Been reading about this Labor bicycle. Quite amazing! No problem changing tires on the run. Has anyone ever seen one of these"1910 Tour De France" bicycles? Would love one for my collection. Wonder how many years this model was made?


----------



## corbettclassics (Dec 25, 2018)

There’s a small write up about Labor in “The Competition Bicycle “ by Jan Heine. Not much is explained though.

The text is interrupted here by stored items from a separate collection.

package budget

import (
	"fmt"
	"math"
	"path/filepath"
	"strconv"
	"strings"

	"github.com/goccy/go-yaml/ast"

	"trimline/instruments/files"
	"trimline/instruments/numfmt"
	"trimline/instruments/units"
)

// MaxDACBits is the widest trim DAC a budget may describe (as a sequence's dacs:).
const MaxDACBits = 24

// MaxPoints bounds transfer.points: each trial of a Monte Carlo evaluates the
// unit's output at every point.
const MaxPoints = 1000

// MaxSources bounds the sources of one budget (each adds to the correlation
// matrix factored at load).
const MaxSources = 200

// Load reads and checks the budget file at path. Every problem comes back at once
// in a files.List, each with file:line:col and an excerpt.
func Load(path string) (*Budget, error) {
	data, err := files.ReadFile(path)
	if err != nil {
		return nil, err
	}
	return Parse(path, data)
}

// Parse is Load on bytes already read; name is used in messages and to resolve
// the limit file.
func Parse(name string, data []byte) (*Budget, error) {
	doc, err := files.Parse(name, data)
	if err != nil {
		return nil, err
	}
	var f budgetFile
	var dec files.List
	if err := doc.DecodeAll(&f); err != nil {
		if dec = files.Errs(err); dec == nil {
			dec = files.List{{File: name, Msg: err.Error()}}
		}
	}
	p := &parser{doc: doc, decodedOK: len(dec) == 0}
	b := p.budget(&f)
	errs := withDecodeErrs(dec, p.errs)
	if len(errs) > 0 {
		errs.Sort()
		return nil, errs
	}
	b.Path = name
	return b, nil
}

// qty is a value as written, kept with its position so that it is parsed once its
// dimension is known.
type qty struct {
	text      string
	line, col int
}

// UnmarshalYAML keeps the text of a scalar; a mapping or a list is an error at it.
func (q *qty) UnmarshalYAML(n ast.Node) error {
	tk := n.GetToken()
	if tk != nil && tk.Position != nil {
		q.line, q.col = tk.Position.Line, tk.Position.Column
	}
	switch v := n.(type) {
	case *ast.StringNode:
		q.text = v.Value
	case *ast.IntegerNode, *ast.FloatNode:
		q.text = tk.Value
	default:
		return &units.NodeError{Line: q.line, Col: q.col, Msg: "expected a quantity such as 10 uV, ±0.1 % or 140 dB"}
	}
	return nil
}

Velo dream is selling a catalogue here in the for sale section. If you want one or to learn more then you should consider buying that from him.


----------



## mongeese (Dec 25, 2018)

Stilleto fork form back in the day.


----------



## locomotion (Dec 25, 2018)

Cannondale still copies this front fork design
https://www.cannondale.com/en/USA/P...aspx?nid=49ab3f0b-b39d-4081-87da-3bee738046f6


----------



## oldspoke (Dec 25, 2018)

John "Happy Jack" Keen used the bayonet fork on his 1878 - 80 "Eclipse" racing Ordinary .


----------



## corbettclassics (Dec 26, 2018)

There's a nice one over in Europe on display in a museum.  It's on the Sterba site for museums.  Here's some pics of it:

Enjoy


----------



## Dweber (Dec 26, 2018)

I guess you consider this a early road bike built for the Tour De France. Love the dual water bottle carrier.


----------



## GiovanniLiCalsi (Dec 26, 2018)

The ultimate arch frame!


----------



## locomotion (Dec 26, 2018)

corbettclassics said:


> There's a nice one over in Europe on display in a museum.  It's on the Sterba site for museums.  Here's some pics of it:
> 
> Enjoy
> 
> ...




that bicycle is awesome
I rarely like the design of European 1900-1920 bicycles, but this one is definitely an exception!
very curious to know how effective the braking power is on that rear single arm brake!


----------



## GiovanniLiCalsi (Dec 27, 2018)

https://www.sterba-bike.cz/fotka/3611/category/race-and-sport-bicycles?lang=EN


----------



## detroitbike (Jan 3, 2019)

I like the handlebars on the museum bike !


----------



## dnc1 (Jan 17, 2019)

This Labor design was introduced in 1909, not sure how long they were in production for.
The pre-production image differs in that both stub axles were on the same side, as opposed to opposite sides as shown in the above photos.
There was also a roadster handle barred version available. Was the "TdF" name from the factory, or a later addition?


----------